Find the volume formed by revolving about line 𝑥 = 1 the area bounded by the curve 𝑦 = (𝑥2 −1)2 and the x-axis.
To find the volume formed by revolving the given area about the line 𝑥 = 1, we can use the method of cylindrical shells.
First, let's analyze the problem. The given curve 𝑦 = (𝑥^2 − 1)^2 is symmetric about the y-axis. We want to find the volume when this curve is revolved about the line 𝑥 = 1.
To do this, we'll consider an infinitesimally thin vertical strip (or shell) oriented along the x-axis. The height of each shell will be the y-coordinate of the curve, and the radius will be the distance from 𝑥 = 1 to the x-coordinate of the curve.
Let's break down these steps into smaller parts to find the volume:
Step 1: Determine the bounds of integration.

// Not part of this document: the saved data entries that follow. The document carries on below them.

"""PAF and PIF from the quadrature engine against closed forms derived here.

Each test's docstring derives its expected value; the only inputs from
outside are scipy.stats / scipy.special distribution functions used to
evaluate those closed forms. Tolerance: 1e-8 relative (issue requirement).
"""

from __future__ import annotations

import numpy as np
import pytest
from scipy import stats
from scipy.special import ndtr

from doseattr.core.attribution.fractions import expected_rr, paf, pif
from doseattr.core.attribution.scenarios import Cap, ReduceBy, Scale
from doseattr.core.curves.base import Curve
from doseattr.core.curves.linear import LinearExcess
from doseattr.core.curves.loglinear import LogLinear
from doseattr.core.curves.power import Power
from doseattr.core.exposure.base import Exposure
from doseattr.core.exposure.registry import FAMILIES
from doseattr.errors import DivergenceError

RTOL = 1e-8


def curve(model, b, max_dose=None):
    return Curve(model, np.array([b]), np.array([[0.01]]), max_dose=max_dose)


def lognormal(gm, gsd, unexposed=0.0):
    return Exposure(FAMILIES["lognormal"], np.array([gm, gsd]), unexposed)


def gamma(shape, scale, unexposed=0.0):
    return Exposure(FAMILIES["gamma"], np.array([shape, scale]), unexposed)


@pytest.mark.parametrize("k,theta,b", [(2.0, 3.0, 0.05), (0.4, 10.0, 0.02), (8.0, 0.5, 0.9),
                                       (1.0, 1.0, 0.999), (30.0, 0.2, 0.1)])
def test_gamma_loglinear_extended(k, theta, b):
    """Gamma(k, theta), RR = exp(b x), m = 0, extended: the gamma moment
    generating function gives E[e^{bX}] = (1 - b theta)^{-k} for
    b theta < 1, so PAF = 1 - (1 - b theta)^k (methods.md; derived)."""
    expected = -np.expm1(k * np.log1p(-b * theta))
    got = paf(curve(LogLinear(), b), gamma(k, theta), minimum_risk=0.0)
    assert got == pytest.approx(expected, rel=RTOL)


@pytest.mark.parametrize("k,theta,b,top", [(2.0, 3.0, 0.05, 10.0), (0.5, 4.0, 0.2, 2.0),
                                           (6.0, 2.0, 0.2, 25.0)])
def test_gamma_loglinear_flat_beyond(k, theta, b, top):
    """RR = exp(b min(x, D)): E = E[e^{bX}; X <= D] + e^{bD} P(X > D), with
    E[e^{bX}; X <= D] = (1 - b theta)^{-k} G(D; k, theta/(1 - b theta))
    (exponential tilting of the gamma density; G the gamma CDF, scipy)."""
    tilt = (1 - b * theta) ** (-k) * stats.gamma.cdf(top, k, scale=theta / (1 - b * theta))
    e = tilt + np.exp(b * top) * stats.gamma.sf(top, k, scale=theta)
    got = expected_rr(curve(LogLinear(), b, max_dose=top), gamma(k, theta))
    assert got == pytest.approx(e, rel=RTOL)


@pytest.mark.parametrize("gm,gsd,b", [(10.0, 2.0, 0.01), (3.0, 4.0, 0.2), (50.0, 1.2, 0.005),
                                      (1.0, 3.5, 2.0)])
def test_lognormal_linear_extended(gm, gsd, b):
    """RR = 1 + b x: E[RR] = 1 + b E[X] = 1 + b exp(mu + s^2/2), the
    lognormal mean (Aitchison & Brown 1957)."""
    s = np.log(gsd)
    e = 1 + b * gm * np.exp(s * s / 2)
    assert expected_rr(curve(LinearExcess(), b), lognormal(gm, gsd)) == pytest.approx(e, rel=RTOL)
    assert paf(curve(LinearExcess(), b), lognormal(gm, gsd), minimum_risk=0.0) == pytest.approx(1 - 1 / e, rel=RTOL)


@pytest.mark.parametrize("gm,gsd,b,cap", [(10.0, 2.0, 0.01, 15.0), (3.0, 4.0, 0.2, 2.0),
                                          (8.0, 3.0, 0.1, 100.0)])
def test_lognormal_linear_cap_scenario(gm, gsd, b, cap):
    """Cap g(x) = min(x, L), linear RR: E[RR(g(X))] = 1 + b E[min(X, L)] with the
    limited expectation E[min(X, L)] = e^{mu + s^2/2} Phi((ln L - mu - s^2)/s)
    + L (1 - Phi((ln L - mu)/s)) (methods.md; derived by splitting at L)."""
    mu, s = np.log(gm), np.log(gsd)
    lev = np.exp(mu + s * s / 2) * ndtr((np.log(cap) - mu - s * s) / s) \
        + cap * ndtr(-(np.log(cap) - mu) / s)
    e0 = 1 + b * np.exp(mu + s * s / 2)
    eg = 1 + b * lev
    got = pif(curve(LinearExcess(), b), lognormal(gm, gsd), Cap(cap), minimum_risk=0.0)
    assert got == pytest.approx(1 - eg / e0, rel=RTOL)


@pytest.mark.parametrize("gm,gsd,b,m", [(10.0, 2.0, 0.5, 5.0), (3.0, 4.0, 1.3, 1.0),
                                        (20.0, 1.5, 2.0, 30.0)])
def test_lognormal_power_minimum_risk(gm, gsd, b, m):
    """Power RR = (x / x_ref)^b with minimum risk m: RR_m(x) = (max(x, m)/m)^b,
    so E = F(m) + m^{-b} E[X^b; X > m], and for the lognormal
    E[X^b; X > m] = exp(b mu + b^2 s^2/2) Phi((mu + b s^2 - ln m)/s)
    (methods.md; complete the square)."""
    mu, s = np.log(gm), np.log(gsd)
    tail = np.exp(b * mu + b * b * s * s / 2) * ndtr((mu + b * s * s - np.log(m)) / s)
    e = ndtr((np.log(m) - mu) / s) + m ** (-b) * tail
    got = expected_rr(curve(Power(reference_dose=7.0), b), lognormal(gm, gsd), minimum_risk=m)
    assert got == pytest.approx(e, rel=RTOL)


@pytest.mark.parametrize("s_factor", [0.5, 0.8, 1.0])
def test_gamma_loglinear_scale_scenario(s_factor):
    """g(x) = s x on Gamma(k, theta): sX ~ Gamma(k, s theta), so
    E[e^{b s X}] = (1 - b s theta)^{-k}; PIF = 1 - E_g / E_0."""
    k, theta, b = 3.0, 2.0, 0.1
    e0 = (1 - b * theta) ** (-k)
    eg = (1 - b * s_factor * theta) ** (-k)
    got = pif(curve(LogLinear(), b), gamma(k, theta), Scale(s_factor), minimum_risk=0.0)
    assert got == pytest.approx(1 - eg / e0, rel=RTOL, abs=1e-14)


def test_lognormal_linear_reduce_by():
    """g(x) = max(x - d, 0), linear RR, m = 0: E[RR(g(X))] = 1 + b E[(X - d)^+]
    and E[(X - d)^+] = E[X] - E[min(X, d)] (limited expectation as above)."""
    gm, gsd, b, d = 6.0, 2.5, 0.07, 4.0
    mu, s = np.log(gm), np.log(gsd)
    mean = np.exp(mu + s * s / 2)
    lev = mean * ndtr((np.log(d) - mu - s * s) / s) + d * ndtr(-(np.log(d) - mu) / s)
    e0, eg = 1 + b * mean, 1 + b * (mean - lev)
    got = pif(curve(LinearExcess(), b), lognormal(gm, gsd), ReduceBy(d), minimum_risk=0.0)
    assert got == pytest.approx(1 - eg / e0, rel=RTOL)


def test_unexposed_point_mass():
    """A share u at zero exposure has RR_m = 1: E = u + (1 - u) E_exposed
    (law of total expectation), checked with the gamma closed form."""
    k, theta, b, u = 2.0, 3.0, 0.05, 0.3
    e = u + (1 - u) * (1 - b * theta) ** (-k)
    assert expected_rr(curve(LogLinear(), b), gamma(k, theta, u)) == pytest.approx(e, rel=RTOL)


def test_divergent_loglinear_over_lognormal_is_refused():
    """The lognormal moment generating function is infinite for any positive
    argument (methods.md), so E[exp(bX)] diverges: refused, never inf."""
    with pytest.raises(DivergenceError, match="lognormal"):
        paf(curve(LogLinear(), 0.01), lognormal(10.0, 2.0), minimum_risk=0.0)


def test_divergent_gamma_tilt_is_refused():
    """E[e^{bX}] for Gamma(k, theta) is infinite when b theta >= 1."""
    with pytest.raises(DivergenceError):
        paf(curve(LogLinear(), 0.6), gamma(2.0, 2.0), minimum_risk=0.0)


def test_weibull_linear_extended():
    """Linear RR on Weibull(k, lam): E[RR] = 1 + b lam Gamma(1 + 1/k)
    (Weibull mean; scipy.stats.weibull_min.mean as the reference)."""
    k, lam, b = 1.7, 12.0, 0.03
    e = 1 + b * stats.weibull_min(k, scale=lam).mean()
    ex = Exposure(FAMILIES["weibull"], np.array([k, lam]))
    assert expected_rr(curve(LinearExcess(), b), ex) == pytest.approx(e, rel=RTOL)


@pytest.mark.parametrize("target", [1e-13, 1e-16, 1e-77])
def test_tiny_paf_keeps_its_relative_precision(target: float) -> None:
    """Linear excess risk RR(x) = 1 + b x over a lognormal, minimum risk 0:
    E[RR] - 1 = b E[X] = b gm exp(ln(gsd)^2 / 2) (closed form, lognormal
    mean), so PAF = e/(1 + e) with e = b E[X]. Going through 1 + e would
    lose all digits below 1e-16; the excess keeps them."""
    gm, gsd = 12.0, 2.2
    mean = gm * np.exp(np.log(gsd) ** 2 / 2.0)
    b = target / mean
    e = b * mean
    got = paf(curve(LinearExcess(), b), lognormal(gm, gsd), minimum_risk=0.0)
    assert got == pytest.approx(e / (1.0 + e), rel=1e-9)


def test_minimum_risk_is_keyword_only_without_default() -> None:
    """A silent default of 0 let callers forget the minimum-risk level."""
    c, ex = curve(LinearExcess(), 0.01), lognormal(12.0, 2.2)
    with pytest.raises(TypeError):
        paf(c, ex)  # type: ignore[call-arg]
    with pytest.raises(TypeError):
        paf(c, ex, 1.0)  # type: ignore[misc]
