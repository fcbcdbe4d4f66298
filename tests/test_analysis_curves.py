"""Curve inputs of the analysis file beyond the log-linear/linear/power
foundation: splines, effective counts, dose from the exposure distribution,
curves given as points or draws, model comparison. Each numeric check names
its outside reference (a textbook formula written out here, scipy).
"""

from __future__ import annotations

import math

import numpy as np
import pytest
from analysis_helpers import write_case
from reference_integrals import expect_over
from scipy import stats

from doseattr.analysis.config import load_analysis
from doseattr.analysis.pipeline import run_analysis
from doseattr.errors import InputError

Z975 = stats.norm.ppf(0.975)

BANDS = """\
lower,upper,dose,rr,ci_lower,ci_upper
0,5,2,1,,
5,10,7,1.40,1.10,1.78
10,20,14,1.65,1.25,2.18
20,40,28,1.80,1.35,2.40
40,,55,1.90,1.30,2.78
"""
GM, GSD = 9.0, 2.3


def _analysis(curve: str, exposure: str = f"gm = {GM}\ngsd = {GSD}", extra: str = "") -> str:
    return f'unit = "ug/m3"\n[curve]\n{curve}\n[exposure]\n{exposure}\n{extra}'


def _run(tmp_path, curve, *, bands=BANDS, files=None, **kw):
    path = write_case(tmp_path, _analysis(curve, **kw), bands=bands, measurements=None)
    for name, text in (files or {}).items():
        (tmp_path / name).write_text(text)
    return run_analysis(load_analysis(path))


def _textbook_rcs(x, knots):
    r"""Restricted cubic spline basis written out from Harrell (Regression
    Modeling Strategies, 2nd ed., eq. 2.25) without his normalisation:
    :math:`x` and, for :math:`j = 1..k-2`,
    :math:`(x - t_j)_+^3 - (x - t_{k-1})_+^3 (t_k - t_j)/(t_k - t_{k-1})
    + (x - t_k)_+^3 (t_{k-1} - t_j)/(t_k - t_{k-1})`."""
    t = np.asarray(knots, float)
    x = np.asarray(x, float)[:, None]
    p = lambda z: np.maximum(z, 0) ** 3  # noqa: E731
    k = t.size
    cols = [x[:, 0]]
    for j in range(k - 2):
        cols.append((p(x - t[j]) - p(x - t[k - 2]) * (t[k - 1] - t[j]) / (t[k - 1] - t[k - 2])
                     + p(x - t[k - 1]) * (t[k - 2] - t[j]) / (t[k - 1] - t[k - 2]))[:, 0])
    return np.column_stack(cols)


def test_spline_fitted_rr_matches_a_second_basis(tmp_path):
    r"""Fitted RRs do not depend on the spline basis chosen, so a GLS fit
    (:math:`\hat b = (X'V^{-1}X)^{-1}X'V^{-1}y`, diagonal V from the CIs,
    no counts) on the textbook basis, centred at the reference dose, must
    give the same curve at every dose inside the knots. The Wald statistic
    of non-linearity, :math:`b_{NL}' \operatorname{cov}^{-1} b_{NL}`, is
    invariant to rescaling the non-linear columns, so its chi-square p-value
    (scipy.stats.chi2) must match too."""
    knots = [2.0, 14.0, 55.0]
    r = _run(tmp_path, f'table = "bands.csv"\nmodel = "spline"\nknots = {knots}')
    dose = np.array([7.0, 14.0, 28.0, 55.0])
    y = np.log([1.40, 1.65, 1.80, 1.90])
    lo, hi = np.array([1.10, 1.25, 1.35, 1.30]), np.array([1.78, 2.18, 2.40, 2.78])
    vinv = np.diag(1 / ((np.log(hi) - np.log(lo)) / (2 * Z975)) ** 2)
    basis = lambda x: _textbook_rcs(x, knots) - _textbook_rcs([2.0], knots)  # noqa: E731
    x = basis(dose)
    cov = np.linalg.inv(x.T @ vinv @ x)
    b = cov @ x.T @ vinv @ y
    grid = np.linspace(2.0, 55.0, 40)
    np.testing.assert_allclose(r.curve.log_rr(grid), basis(grid) @ b, rtol=1e-9, atol=1e-12)
    w = b[1] ** 2 / cov[1, 1]
    np.testing.assert_allclose(r.to_dict()["curve"]["nonlinearity_p"], stats.chi2.sf(w, 1),
                               rtol=1e-8)


def test_knots_outside_the_doses_are_refused(tmp_path):
    with pytest.raises(InputError, match=r"\[curve\] key 'knots'.*within the assigned doses"):
        _run(tmp_path, 'table = "bands.csv"\nmodel = "spline"\nknots = [2, 14, 80]')


def test_too_few_bands_for_the_spline(tmp_path):
    bands = "\n".join(BANDS.splitlines()[:3]) + "\n"
    with pytest.raises(InputError, match=r"\[curve\] key '(model|knot_count)'"):
        _run(tmp_path, 'table = "bands.csv"\nmodel = "spline"\nknot_count = 5', bands=bands)


def test_effective_counts_keep_the_reported_variances(tmp_path):
    r"""With a design but no counts the default covariance is effective
    counts (Hamling et al. 2008); like Greenland & Longnecker's it keeps the
    reported variances :math:`((\ln hi - \ln lo)/(2 z_{0.975}))^2` on the
    diagonal, with one positive shared covariance off it."""
    r = _run(tmp_path, 'table = "bands.csv"\ndesign = "case-control"')
    d = r.to_dict()["curve"]
    assert d["covariance_method"] == "effective-counts"
    v = np.array(d["log_rr_covariance"])
    lo, hi = np.array([1.10, 1.25, 1.35, 1.30]), np.array([1.78, 2.18, 2.40, 2.78])
    np.testing.assert_allclose(np.diag(v), ((np.log(hi) - np.log(lo)) / (2 * Z975)) ** 2,
                               rtol=1e-10)
    off = v[~np.eye(4, dtype=bool)]
    assert np.all(off > 0) and np.ptp(off) < 1e-12


def test_band_mean_doses_are_conditional_means(tmp_path):
    r""":math:`E[X \mid l < X \le u]` of the lognormal exposure for every
    band, from scipy.stats.lognorm.expect(..., conditional=True); the
    band-median is :math:`F^{-1}((F(l) + F(u))/2)` (scipy ppf)."""
    r = _run(tmp_path, 'table = "bands.csv"\ndose = "band-mean"')
    dist = stats.lognorm(s=math.log(GSD), scale=GM)
    lower = [0, 5, 10, 20, 40]
    upper = [5, 10, 20, 40, np.inf]
    expected = [dist.expect(lambda x: x, lb=a, ub=b, conditional=True, epsabs=0, epsrel=1e-12)
                for a, b in zip(lower, upper)]
    np.testing.assert_allclose(r.band_table.dose, expected, rtol=1e-7)
    rows = {v.label: v for v in r.dose_sensitivity}
    assert set(rows) == {"given", "midpoint", "band-mean", "band-median"}
    median = dist.ppf((dist.cdf(lower) + dist.cdf(upper)) / 2)
    np.testing.assert_allclose(rows["band-median"].doses, median, rtol=1e-8)
    np.testing.assert_allclose(rows["given"].doses, [2, 7, 14, 28, 55])
    assert all(v.paf is not None and 0 < v.paf < 1 for v in rows.values())


POINTS = """\
dose,rr,ci_lower,ci_upper
0,1,,
10,1.20,1.05,1.37
25,1.45,1.20,1.75
60,1.70,1.30,2.22
"""


def _points_expectation(doses, log_rr, m=0.0):
    r""":math:`E[RR_m(X)]` for log RR interpolated linearly (numpy.interp,
    flat beyond the last dose) over the lognormal, by scipy.integrate.quad
    split at the points."""
    dist = stats.lognorm(s=math.log(GSD), scale=GM)
    rr_m = lambda x: math.exp(np.interp(max(x, m), doses, log_rr)  # noqa: E731
                              - np.interp(m, doses, log_rr))
    return expect_over(rr_m, dist, doses[1:], epsrel=1e-12, limit=200)


def test_points_curve_paf_against_quad(tmp_path):
    r = _run(tmp_path, 'points = "points.csv"', bands=None, files={"points.csv": POINTS})
    doses = np.array([0.0, 10.0, 25.0, 60.0])
    e = _points_expectation(doses, np.log([1, 1.20, 1.45, 1.70]))
    np.testing.assert_allclose(r.paf.estimate, 1 - 1 / e, rtol=1e-7)
    assert r.curve.max_dose == 60.0


def test_points_not_increasing_in_dose(tmp_path):
    bad = POINTS.replace("25,1.45", "8,1.45")
    with pytest.raises(InputError, match=r"points.csv: row 4, column 'dose': doses must "
                                         r"increase"):
        _run(tmp_path, 'points = "points.csv"', bands=None, files={"points.csv": bad})


DRAWS = """\
dose,d1,d2,d3,d4,d5
0,1,1,1,1,1
20,1.10,1.30,1.20,1.25,1.15
50,1.30,1.70,1.40,1.60,1.50
"""


def test_draws_curve_uses_the_median(tmp_path):
    """The point estimate is the pointwise median of the draws (numpy
    median), interpolated on the log scale; PAF against scipy quad."""
    r = _run(tmp_path, 'draws = "draws.csv"', bands=None, files={"draws.csv": DRAWS})
    doses = np.array([0.0, 20.0, 50.0])
    e = _points_expectation(doses, np.log([1.0, 1.20, 1.50]))
    np.testing.assert_allclose(r.paf.estimate, 1 - 1 / e, rtol=1e-7)
    assert r.curve.draws.shape == (5, 3)


def test_draws_file_with_ragged_rows(tmp_path):
    ragged = DRAWS.replace("50,1.30,1.70,1.40,1.60,1.50", "50,1.30,1.70,1.40")
    with pytest.raises(InputError, match=r"draws.csv: row 4: has 4 values but the header has 6"):
        _run(tmp_path, 'draws = "draws.csv"', bands=None, files={"draws.csv": ragged})


def test_compare_models_reports_each_paf(tmp_path):
    r = _run(tmp_path, 'table = "bands.csv"\nmodel = "spline"\n'
                       'compare_models = ["log-linear", "linear"]')
    labels = [v.label for v in r.model_comparison]
    assert labels == ["spline", "log-linear", "linear"]
    assert r.model_comparison[0].paf == r.paf.estimate
    alone = _run(tmp_path / "alone", 'table = "bands.csv"\nmodel = "log-linear"')
    np.testing.assert_allclose(r.model_comparison[1].paf, alone.paf.estimate, rtol=1e-12)
    assert [m["label"] for m in r.to_dict()["model_comparison"]] == labels
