r"""Gridded exposure (cells with a concentration, a population and a zone)
reduced to per-zone population-weighted histograms on a fixed log grid.

The grid
--------
Positive concentrations fall in bins of natural-log width
:data:`LOG_STEP` :math:`= \delta = 2\times10^{-3}`, bin :math:`b` covering
:math:`[a_b, a_b e^\delta)` with :math:`a_b = e^{L_0 + b\delta}`,
:math:`L_0 = \ln 10^{-12}`, for :math:`b = 0, \dots, N-1`,
:math:`N =` :data:`N_BINS` :math:`= \lceil \ln(10^{24})/\delta \rceil = 27632`,
so the bins cover :math:`[10^{-12}, 10^{12}]` in the analysis unit. Values
below :math:`10^{-12}` go to the first bin and values above the top edge to
the last one; their bin's mean still holds them exactly to first order (the
second-order term below then uses the bin's actual spread). Zero is its own
bin, exact. Per zone :math:`z` and bin :math:`b` a pass over the cells keeps
the population :math:`w_{zb} = \sum_{i \in (z,b)} p_i` and the
population-weighted sum :math:`M_{zb} = \sum_{i \in (z,b)} p_i x_i`; both add
over chunks of cells, so partial sums combine in any order (a tree
reduction), up to float64 rounding.

The bound
---------
The reduced distribution puts weight :math:`w_b` at the bin mean
:math:`\bar x_b = M_b / w_b`. For :math:`h` (e.g. :math:`RR_m - 1`) twice
differentiable inside bin :math:`b`, Taylor's theorem with the Lagrange
remainder about :math:`\bar x_b` gives, for each cell,
:math:`h(x_i) = h(\bar x_b) + h'(\bar x_b)(x_i - \bar x_b) + \tfrac12
h''(\xi_i)(x_i - \bar x_b)^2`. Summed with weights :math:`p_i` over the bin,
the linear term vanishes because :math:`\bar x_b` is the weighted mean, and
every :math:`x_i` and :math:`\bar x_b` lie in :math:`[a_b, a_b e^\delta)`, so
:math:`|x_i - \bar x_b| < a_b (e^\delta - 1) \le \bar x_b (e^\delta - 1)`.
With :math:`w_b` normalised to sum to 1,

.. math::

    \bigl|E_{exact}[h] - E_{reduced}[h]\bigr| \le \tfrac12 \sum_b w_b
    \sup_{bin\ b} |h''| \,\bigl(\bar x_b (e^\delta - 1)\bigr)^2 .
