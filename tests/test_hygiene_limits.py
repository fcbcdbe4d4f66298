"""limit_statistics: choice of method, the overexposure flag, validation."""

from __future__ import annotations

import numpy as np
import pytest
from scipy import stats
from scipy.special import ndtr, ndtri

from doseattr.core.exposure.fit import Measurements, fit_measurements, prepare
from doseattr.core.hygiene.limits import limit_statistics
from doseattr.core.hygiene.lognormal_exact import percentile_exact
from doseattr.core.hygiene.profile import percentile_target, profile_bounds
from doseattr.errors import ModelError


def _x(n: int = 12, seed: int = 1) -> np.ndarray:
    return np.exp(np.random.default_rng(seed).normal(0.0, 0.8, n))


def test_complete_lognormal_uses_the_exact_methods():
    x = _x()
    res = limit_statistics("lognormal", prepare(x), 3.0, confidence=0.70, level=0.95)
    assert res.exact and res.n == 12 and res.n_censored == 0 and res.family == "lognormal"
    y = np.log(x)
    n, ybar, s = y.size, y.mean(), y.std(ddof=1)
    # scipy.stats.nct: UTL exp(ybar + K s), K = t'_0.70(n-1, z95 sqrt n)/sqrt n (common practice)
    k = stats.nct.ppf(0.70, n - 1, ndtri(0.95) * np.sqrt(n)) / np.sqrt(n)
    assert res.p95.ucl == pytest.approx(np.exp(ybar + k * s), rel=1e-10)
    # closed form: plug-in exceedance with s of divisor n - 1
    assert res.exceedance.estimate == pytest.approx(ndtr(-(np.log(3.0) - ybar) / s), rel=1e-12)
    assert any("Land" in m for m in res.methods) and any("EN 689" in m for m in res.methods)
    assert any("licensed" in note for note in res.notes)


@pytest.mark.parametrize("family, censor, weights", [("lognormal", True, False),
                                                     ("lognormal", False, True),
                                                     ("gamma", False, False),
                                                     ("weibull", True, True)])
def test_other_cases_use_profile_likelihood_at_the_mle(family, censor, weights):
    # the estimates are the fitted distribution's values (fit_measurements)
    x = _x(15, seed=3)
    det = x > 0.6 if censor else np.ones(x.size, bool)
    x = np.where(det, x, 0.6)
    w = np.linspace(0.5, 1.5, x.size) if weights else None
    res = limit_statistics(family, prepare(x, det, w), 2.5)
    assert not res.exact
    assert res.n_censored == int((~det).sum())
    assert any("profile likelihood" in m for m in res.methods)
    assert any("normalised" in note for note in res.notes) == weights
    exp = fit_measurements(family, x, detected=det, weights=w)
    fam, p = exp.family, exp.params
    assert res.p95.estimate == pytest.approx(float(fam.ppf(0.95, p)[0]), rel=1e-6)
    assert res.mean.estimate == pytest.approx(float(fam.mean(p)), rel=1e-6)
    assert res.exceedance.estimate == pytest.approx(float(fam.sf(2.5, p)[0]), rel=1e-6)


@pytest.mark.parametrize("family, censor", [("lognormal", False), ("lognormal", True),
                                            ("gamma", False)])
def test_overexposure_flag_is_dual_to_the_utl(family, censor):
    # closed form (derived): {F(L) = 0.05} is {P95 = L}, so the one-sided limit of
    # the exceedance fraction exceeds 0.05 exactly when UTL(P95) exceeds L, for the
    # non-central t pivot and for the profile likelihood alike
    x = _x(20, seed=5)
    det = x > 0.5 if censor else np.ones(x.size, bool)
    data = prepare(np.where(det, x, 0.5), det)
    exact = family == "lognormal" and not censor
    utl = (percentile_exact(data.x).ucl if exact
           else profile_bounds(family, data, percentile_target(0.95)).ucl)
    assert utl is not None
    for factor in (0.9, 1.1):
        res = limit_statistics(family, data, factor * utl)
        assert res.overexposure == (factor < 1)
        assert res.exceedance.ucl is not None
        assert (res.exceedance.ucl > 0.05) == (factor < 1)


def _two_values() -> Measurements:
    return Measurements(np.array([1.0, 2.0]), np.ones(2, bool), np.ones(2))


@pytest.mark.parametrize("kwargs, match", [({"limit": 0.0}, "limit"),
                                           ({"limit": -1.0}, "limit"),
                                           ({"confidence": 0.5}, "confidence"),
                                           ({"confidence": 1.0}, "confidence"),
                                           ({"level": 0.0}, "level"),
                                           ({"level": 1.0}, "level"),
                                           ({"exceedance": 0.0}, "exceedance")])
def test_bad_arguments_are_refused(kwargs, match):
    args = {"limit": 1.0, **kwargs}
    limit = args.pop("limit")
    with pytest.raises(ModelError, match=match):
        limit_statistics("lognormal", prepare(_x()), limit, **args)


def test_too_few_values_are_refused():
    with pytest.raises(ModelError, match="at least 3"):
        limit_statistics("lognormal", _two_values(), 1.0)
    few = Measurements(np.array([1.0, 2.0, 0.5, 0.5]), np.array([True, True, False, False]),
                       np.ones(4))
    with pytest.raises(ModelError, match="detected"):
        limit_statistics("gamma", few, 1.0)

We need to find the x-values at which the given curve intersects the x-axis. To do this, we set 𝑦 = 0 and solve for 𝑥:
(𝑥^2 − 1)^2 = 0
Taking the square root of both sides, we get:
𝑥^2 − 1 = 0
Simplifying, we find:
𝑥^2 = 1
Taking the square root again, we get the two x-values of intersection:
𝑥 = ±1
Therefore, the bounds of integration are 𝑥 = -1 to 𝑥 = 1.
Step 2: Determine an expression for the radius.
Since we are revolving the curve about the line 𝑥 = 1, the radius of each shell is given by:
radius = 𝑥 - 1
Step 3: Determine an expression for the height.
The height of each shell is given by the y-coordinate of the curve. In this case, the y-coordinate is given by:
𝑦 = (𝑥^2 − 1)^2
So, the height for each shell is:
height = (𝑥^2 − 1)^2
Step 4: Set up the integral.
Using the formula for the volume of a cylindrical shell, the volume of the solid revolution is:
V = ∫[a, b] 2π(radius)(height) 𝑑𝑥
Since our bounds are 𝑥 = -1 to 𝑥 = 1, the integral becomes:
V = ∫[-1, 1] 2π(𝑥 - 1)(𝑥^2 − 1)^2 𝑑𝑥
Now, we can evaluate this integral to find the volume.
Note: Calculating the integral may involve some complicated algebraic manipulations or the use of software.